Give back exactly the lines of the material below, starting with the line with "port is known." and going on through the line with "dry run or a".
##### PROVIDED RECORDS #####
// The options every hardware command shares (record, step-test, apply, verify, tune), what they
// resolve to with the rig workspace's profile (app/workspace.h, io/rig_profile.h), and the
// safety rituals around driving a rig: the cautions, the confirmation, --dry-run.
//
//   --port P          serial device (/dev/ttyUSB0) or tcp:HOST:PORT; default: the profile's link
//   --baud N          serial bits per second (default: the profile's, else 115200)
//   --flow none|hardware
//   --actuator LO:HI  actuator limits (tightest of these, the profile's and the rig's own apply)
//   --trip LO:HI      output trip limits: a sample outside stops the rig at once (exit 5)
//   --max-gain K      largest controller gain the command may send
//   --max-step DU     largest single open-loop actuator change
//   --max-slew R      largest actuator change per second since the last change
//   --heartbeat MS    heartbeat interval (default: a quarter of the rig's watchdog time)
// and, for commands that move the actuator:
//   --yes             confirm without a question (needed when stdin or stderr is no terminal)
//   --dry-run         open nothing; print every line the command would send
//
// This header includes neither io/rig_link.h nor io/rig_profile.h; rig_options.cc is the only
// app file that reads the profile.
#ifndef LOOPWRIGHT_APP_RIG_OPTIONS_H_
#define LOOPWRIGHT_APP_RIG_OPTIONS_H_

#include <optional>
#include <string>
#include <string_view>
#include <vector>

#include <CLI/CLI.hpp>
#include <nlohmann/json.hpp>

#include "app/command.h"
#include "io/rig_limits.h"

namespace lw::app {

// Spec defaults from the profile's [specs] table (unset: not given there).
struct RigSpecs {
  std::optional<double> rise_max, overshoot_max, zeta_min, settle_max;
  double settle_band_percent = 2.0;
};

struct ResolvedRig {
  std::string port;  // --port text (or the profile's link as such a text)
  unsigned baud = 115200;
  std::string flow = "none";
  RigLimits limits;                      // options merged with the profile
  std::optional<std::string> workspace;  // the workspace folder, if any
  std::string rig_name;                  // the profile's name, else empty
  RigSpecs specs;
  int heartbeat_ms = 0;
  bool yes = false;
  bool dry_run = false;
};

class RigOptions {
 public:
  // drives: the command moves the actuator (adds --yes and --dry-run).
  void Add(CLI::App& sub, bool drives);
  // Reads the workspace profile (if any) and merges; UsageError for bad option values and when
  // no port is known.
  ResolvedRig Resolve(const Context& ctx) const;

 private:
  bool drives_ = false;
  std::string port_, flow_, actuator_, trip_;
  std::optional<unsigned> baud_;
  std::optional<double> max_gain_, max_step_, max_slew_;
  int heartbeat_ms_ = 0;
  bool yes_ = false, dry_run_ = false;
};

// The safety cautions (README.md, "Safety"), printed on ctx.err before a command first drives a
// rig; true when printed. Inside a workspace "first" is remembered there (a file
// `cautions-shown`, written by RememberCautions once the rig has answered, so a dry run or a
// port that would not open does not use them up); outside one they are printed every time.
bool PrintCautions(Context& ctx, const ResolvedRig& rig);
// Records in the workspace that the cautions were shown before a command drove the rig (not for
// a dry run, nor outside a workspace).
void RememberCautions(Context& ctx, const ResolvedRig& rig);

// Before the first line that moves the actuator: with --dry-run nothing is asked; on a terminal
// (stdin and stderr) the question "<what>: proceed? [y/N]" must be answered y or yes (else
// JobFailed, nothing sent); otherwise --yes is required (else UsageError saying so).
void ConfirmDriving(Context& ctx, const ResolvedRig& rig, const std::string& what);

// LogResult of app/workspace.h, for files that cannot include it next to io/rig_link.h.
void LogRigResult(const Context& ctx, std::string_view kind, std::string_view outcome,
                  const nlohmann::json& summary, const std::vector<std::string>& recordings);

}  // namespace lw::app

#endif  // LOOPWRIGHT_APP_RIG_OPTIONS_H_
#####
##### PROVIDED RECORDS #####
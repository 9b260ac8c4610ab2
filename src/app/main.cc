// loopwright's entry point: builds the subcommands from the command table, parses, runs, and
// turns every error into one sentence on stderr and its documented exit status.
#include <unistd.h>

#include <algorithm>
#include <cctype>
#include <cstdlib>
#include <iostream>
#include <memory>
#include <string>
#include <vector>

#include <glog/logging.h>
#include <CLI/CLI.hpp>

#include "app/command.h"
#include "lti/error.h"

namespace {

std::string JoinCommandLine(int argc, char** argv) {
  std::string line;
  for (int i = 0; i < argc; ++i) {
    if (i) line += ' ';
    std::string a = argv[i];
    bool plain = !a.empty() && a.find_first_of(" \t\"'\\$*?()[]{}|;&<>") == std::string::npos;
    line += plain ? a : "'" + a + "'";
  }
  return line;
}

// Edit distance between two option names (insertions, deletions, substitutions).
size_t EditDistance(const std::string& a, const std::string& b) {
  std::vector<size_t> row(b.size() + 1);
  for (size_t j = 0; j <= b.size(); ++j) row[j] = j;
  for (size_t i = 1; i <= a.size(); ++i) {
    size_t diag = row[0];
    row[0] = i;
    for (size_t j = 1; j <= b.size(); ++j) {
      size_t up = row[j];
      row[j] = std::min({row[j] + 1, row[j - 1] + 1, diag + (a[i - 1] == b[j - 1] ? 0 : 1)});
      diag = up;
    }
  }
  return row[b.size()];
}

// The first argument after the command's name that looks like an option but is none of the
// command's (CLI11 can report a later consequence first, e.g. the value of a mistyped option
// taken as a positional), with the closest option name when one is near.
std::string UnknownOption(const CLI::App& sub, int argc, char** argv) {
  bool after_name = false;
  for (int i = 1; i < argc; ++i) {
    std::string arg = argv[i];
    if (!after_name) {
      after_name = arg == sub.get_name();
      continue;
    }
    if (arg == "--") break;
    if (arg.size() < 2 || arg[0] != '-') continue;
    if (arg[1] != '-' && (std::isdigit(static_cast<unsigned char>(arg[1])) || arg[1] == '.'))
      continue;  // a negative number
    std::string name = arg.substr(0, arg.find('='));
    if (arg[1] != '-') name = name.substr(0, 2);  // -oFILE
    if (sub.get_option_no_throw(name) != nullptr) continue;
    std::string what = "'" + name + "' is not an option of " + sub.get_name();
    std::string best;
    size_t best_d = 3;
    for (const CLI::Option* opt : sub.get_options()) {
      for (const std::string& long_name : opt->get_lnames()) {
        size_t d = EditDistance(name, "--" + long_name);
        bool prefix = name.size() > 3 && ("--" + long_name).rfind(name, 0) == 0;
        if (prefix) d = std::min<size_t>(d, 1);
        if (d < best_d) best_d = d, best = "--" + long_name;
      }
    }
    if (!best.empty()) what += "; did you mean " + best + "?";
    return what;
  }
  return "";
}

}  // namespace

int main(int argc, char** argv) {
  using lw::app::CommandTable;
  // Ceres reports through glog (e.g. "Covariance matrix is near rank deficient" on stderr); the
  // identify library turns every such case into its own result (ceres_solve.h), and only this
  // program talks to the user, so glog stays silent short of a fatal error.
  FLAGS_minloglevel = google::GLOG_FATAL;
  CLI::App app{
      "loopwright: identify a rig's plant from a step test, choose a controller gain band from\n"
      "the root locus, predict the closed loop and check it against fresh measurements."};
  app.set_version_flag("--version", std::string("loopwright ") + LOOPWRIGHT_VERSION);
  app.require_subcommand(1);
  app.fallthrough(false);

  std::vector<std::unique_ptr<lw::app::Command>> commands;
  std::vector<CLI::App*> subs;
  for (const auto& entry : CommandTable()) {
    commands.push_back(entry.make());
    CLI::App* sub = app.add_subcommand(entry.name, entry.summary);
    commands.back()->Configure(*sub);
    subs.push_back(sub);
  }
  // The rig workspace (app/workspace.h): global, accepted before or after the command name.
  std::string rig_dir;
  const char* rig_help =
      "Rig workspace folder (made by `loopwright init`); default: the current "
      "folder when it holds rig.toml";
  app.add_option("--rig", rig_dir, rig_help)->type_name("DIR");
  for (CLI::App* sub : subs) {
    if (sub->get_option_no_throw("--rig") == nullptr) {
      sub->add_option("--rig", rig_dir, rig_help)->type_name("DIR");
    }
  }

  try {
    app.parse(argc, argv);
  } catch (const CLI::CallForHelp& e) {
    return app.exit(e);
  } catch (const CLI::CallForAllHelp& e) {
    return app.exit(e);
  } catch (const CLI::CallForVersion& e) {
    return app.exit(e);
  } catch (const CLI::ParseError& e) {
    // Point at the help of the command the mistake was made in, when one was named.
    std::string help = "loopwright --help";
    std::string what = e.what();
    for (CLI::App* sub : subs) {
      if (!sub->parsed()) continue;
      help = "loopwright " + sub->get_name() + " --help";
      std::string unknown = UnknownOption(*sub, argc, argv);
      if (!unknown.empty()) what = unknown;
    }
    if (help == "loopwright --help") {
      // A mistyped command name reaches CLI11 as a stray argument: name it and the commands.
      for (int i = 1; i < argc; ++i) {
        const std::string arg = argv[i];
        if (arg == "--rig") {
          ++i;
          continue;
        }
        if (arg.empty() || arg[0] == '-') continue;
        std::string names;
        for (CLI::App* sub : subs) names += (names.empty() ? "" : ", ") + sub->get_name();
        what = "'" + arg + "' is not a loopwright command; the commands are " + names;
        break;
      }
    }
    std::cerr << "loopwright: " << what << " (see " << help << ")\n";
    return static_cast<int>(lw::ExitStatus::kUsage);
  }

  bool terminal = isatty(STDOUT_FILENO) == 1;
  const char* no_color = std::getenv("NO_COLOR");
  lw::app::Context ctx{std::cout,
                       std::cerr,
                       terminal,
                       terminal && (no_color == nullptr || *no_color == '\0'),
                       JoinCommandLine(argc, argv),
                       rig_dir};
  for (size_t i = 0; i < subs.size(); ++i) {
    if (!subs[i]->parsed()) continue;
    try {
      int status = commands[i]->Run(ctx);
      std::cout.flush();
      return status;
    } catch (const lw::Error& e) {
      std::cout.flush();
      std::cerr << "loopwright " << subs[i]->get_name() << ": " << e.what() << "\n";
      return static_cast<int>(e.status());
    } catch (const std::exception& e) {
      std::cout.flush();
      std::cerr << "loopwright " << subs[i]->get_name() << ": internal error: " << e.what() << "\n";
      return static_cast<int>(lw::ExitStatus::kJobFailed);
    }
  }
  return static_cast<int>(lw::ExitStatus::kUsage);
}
#####
# RESULT:
  // no port is known.
  ResolvedRig Resolve(const Context& ctx) const;

 private:
  bool drives_ = false;
  std::string port_, flow_, actuator_, trip_;
  std::optional<unsigned> baud_;
  std::optional<double> max_gain_, max_step_, max_slew_;
  int heartbeat_ms_ = 0;
  bool yes_ = false, dry_run_ = false;
};

// The safety cautions (README.md, "Safety"), printed on ctx.err before a command first drives a
// rig; true when printed. Inside a workspace "first" is remembered there (a file
// `cautions-shown`, written by RememberCautions once the rig has answered, so a dry run or a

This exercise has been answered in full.